Громадина Ил-96 очень плавно для своего размера приземляется в аэропорту Ханеда в начале восьмого утра. Японская сторона быстро подает трап, и заспанные журналисты выстраиваются в очередь, чтобы быстрее покинуть салон, в котором они провели последние десять часов. Но никого не выпускают.

«Пассажир на борту?» — довольно громко спрашивает в гарнитуру сотрудник ФСО. Через несколько секунд ему отвечают: «Пассажир выходит». И еще чуть позже: «Пассажир вышел». После этого дверь салона, наконец, открывается, и журналистов выпускают. Спустившись, мы еще какое-то время стоим под крылом самолета, ожидая, пока «пассажир» покинет территорию аэропорта.

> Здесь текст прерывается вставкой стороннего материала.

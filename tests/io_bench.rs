//! The BENCH reader against truth tables and against the Verilog reference.
//!
//! Every BENCH gate type (AND, NAND, OR, NOR, XOR, XNOR with two to five
//! inputs; NOT, BUFF, BUF; DFF) is read from hand-written text and simulated
//! exhaustively against its truth table computed here on integers (common
//! practice: the N-forms complement, XOR is odd parity). c17 and c432
//! (ISCAS-85, circuitgraph 0.2.1 via PROVENANCE.md) are written as BENCH by
//! this test from the gate lines of the Verilog reference, read by the
//! BENCH reader and proven equivalent to the Verilog read by the Verilog
//! reader. The format is described in docs/netlist-formats.md.

use ribbonmap::equiv::{check, EquivOptions, Verdict};
use ribbonmap::io::{read_netlist_str, NetlistFormat, ReadOptions};
use ribbonmap::network::{exhaustive_word, lit_word, Network};

fn bench(text: &str) -> Network {
    read_netlist_str(
        text,
        "t.bench",
        NetlistFormat::Bench,
        &ReadOptions::default(),
    )
    .unwrap_or_else(|e| panic!("{e}\n{text}"))
}

/// The expected truth table of an `n`-input gate, row by row.
fn expected(gate: &str, n: usize) -> u64 {
    let mut table = 0;
    for row in 0..1u64 << n {
        let ones = row.count_ones() as usize;
        let value = match gate {
            "AND" => ones == n,
            "NAND" => ones != n,
            "OR" => ones > 0,
            "NOR" => ones == 0,
            "XOR" => ones % 2 == 1,
            "XNOR" => ones.is_multiple_of(2),
            "NOT" => row & 1 == 0,
            "BUFF" | "BUF" => row & 1 == 1,
            other => panic!("{other}"),
        };
        table |= u64::from(value) << row;
    }
    table
}

#[test]
fn every_gate_type_with_two_to_five_inputs_simulates_its_truth_table() {
    let mut checked = 0;
    for gate in [
        "AND", "NAND", "OR", "NOR", "XOR", "XNOR", "NOT", "BUFF", "BUF",
    ] {
        let widths = if matches!(gate, "NOT" | "BUFF" | "BUF") {
            1..=1
        } else {
            2..=5
        };
        for n in widths {
            let names: Vec<String> = (0..n).map(|k| format!("i{k}")).collect();
            let mut text = String::from("# hand-written\n");
            for name in &names {
                text.push_str(&format!("INPUT({name})\n"));
            }
            text.push_str(&format!("OUTPUT(y)\ny = {gate}({})\n", names.join(", ")));
            let net = bench(&text);
            assert_eq!(net.inputs().len(), n);
            // Row r gives input k the value of bit k of r.
            assert_eq!(
                net.output_truth_tables(),
                Some(vec![expected(gate, n)]),
                "{gate} with {n} inputs"
            );
            checked += 1;
        }
    }
    assert_eq!(checked, 6 * 4 + 3);
}

#[test]
fn gate_names_are_case_insensitive() {
    let net = bench("INPUT(a)\nINPUT(b)\nOUTPUT(y)\ny = nAnD(a, b)\n");
    assert_eq!(net.output_truth_tables(), Some(vec![0b0111]));
}

#[test]
fn dff_is_a_storage_element_with_its_next_state() {
    // q = DFF(n): q is the stored value, n its next state. By hand:
    // y = q XOR b, n = a AND q.
    let net = bench("INPUT(a)\nINPUT(b)\nOUTPUT(y)\nq = DFF(n)\nn = AND(a, q)\ny = XOR(q, b)\n");
    assert_eq!(net.storage().len(), 1);
    assert_eq!(net.combinational_input_names(), ["a", "b", "q"]);
    let words: Vec<u64> = (0..3).map(|k| exhaustive_word(k, 0)).collect();
    let values = net.simulate(&words);
    let (a, b, q) = (words[0], words[1], words[2]);
    let mask = 0xFF;
    assert_eq!(lit_word(&values, net.outputs()["y"]) & mask, (q ^ b) & mask);
    assert_eq!(
        lit_word(&values, net.storage()["q"].next) & mask,
        (a & q) & mask
    );
}

/// The BENCH text of a gate-level Verilog file of the circuitgraph
/// distribution (`type name (out, in, ...);`), converted line by line here.
fn bench_from_verilog(verilog: &str) -> String {
    let mut text = String::from("# written by tests/io_bench.rs from the Verilog reference\n");
    let mut body = String::new();
    for statement in verilog.split(';') {
        let words: Vec<&str> = statement
            .split(|c: char| c.is_whitespace() || c == ',' || c == '(' || c == ')')
            .filter(|w| !w.is_empty())
            .collect();
        let Some(&first) = words.first() else {
            continue;
        };
        match first {
            "input" => {
                for w in &words[1..] {
                    text.push_str(&format!("INPUT({w})\n"));
                }
            }
            "output" => {
                for w in &words[1..] {
                    text.push_str(&format!("OUTPUT({w})\n"));
                }
            }
            "and" | "nand" | "or" | "nor" | "xor" | "xnor" | "not" | "buf" => {
                let gate = match first {
                    "buf" => "BUFF".to_string(),
                    g => g.to_ascii_uppercase(),
                };
                body.push_str(&format!(
                    "{} = {gate}({})\n",
                    words[2],
                    words[3..].join(", ")
                ));
            }
            "module" | "wire" | "endmodule" => {}
            other => panic!("unexpected statement {other}"),
        }
    }
    text + &body
}

#[test]
fn c17_and_c432_as_bench_are_proven_equal_to_the_verilog_reference() {
    for circuit in ["c17", "c432"] {
        let path = format!("tests/data/reference/netlists/iscas85/{circuit}.v");
        let verilog = std::fs::read_to_string(&path).unwrap();
        let reference = read_netlist_str(
            &verilog,
            &path,
            NetlistFormat::Verilog,
            &ReadOptions::default(),
        )
        .unwrap();
        let text = bench_from_verilog(&verilog);
        let net = bench(&text);
        assert_eq!(net.inputs().len(), reference.inputs().len(), "{circuit}");
        assert_eq!(net.outputs().len(), reference.outputs().len(), "{circuit}");
        let verdict = check(&reference, &net, &EquivOptions::default()).unwrap();
        assert!(
            matches!(verdict, Verdict::Equivalent { .. }),
            "{circuit}: {}",
            verdict.name()
        );
    }
    // The conversion is not vacuous: c17's BENCH has its six NAND lines.
    let c17 = std::fs::read_to_string("tests/data/reference/netlists/iscas85/c17.v").unwrap();
    let text = bench_from_verilog(&c17);
    assert_eq!(text.lines().filter(|l| l.contains("= NAND(")).count(), 6);
    assert!(text.contains("N22 = NAND(N10, N16)"), "{text}");
}

#[test]
fn a_changed_bench_gate_is_caught() {
    // The equivalence above can fail: c17 with one NAND turned into an AND
    // is reported different.
    let path = "tests/data/reference/netlists/iscas85/c17.v";
    let verilog = std::fs::read_to_string(path).unwrap();
    let reference = read_netlist_str(
        &verilog,
        path,
        NetlistFormat::Verilog,
        &ReadOptions::default(),
    )
    .unwrap();
    let text = bench_from_verilog(&verilog).replace("N22 = NAND(", "N22 = AND(");
    let verdict = check(&reference, &bench(&text), &EquivOptions::default()).unwrap();
    assert!(
        matches!(verdict, Verdict::Different { .. }),
        "{}",
        verdict.name()
    );
}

Это практически голливудская сцена: над бетоном взлетной полосы утреннее токийское марево, в котором очень четко различимы автомобиль российского посла и несколько машин с сопровождающими лицами. Фэсэошник на переднем сиденье сосредоточенно смотрит в окно на застывших рядом японцев. Процессия терпеливо ожидает начала движения, но ничего не происходит.

«Пассажир» (мне достаточно хорошо его видно) сидит на заднем сиденье посольского лимузина и говорит по телефону. Минут пять или десять. В Токио семь утра, в Москве — час ночи. Через час начнутся российско-японские переговоры. В это время так долго «пассажир» может говорить только с одним человеком — президентом России.

«Пассажира» зовут Сергей Лавров. Он служит министром иностранных дел Российской Федерации. Послезавтра у него день рождения, который он встретит на борту все того же Ил-96 по дороге назад в Москву после переговоров с Японией. Журналисты подарят ему футболку с его же портретом.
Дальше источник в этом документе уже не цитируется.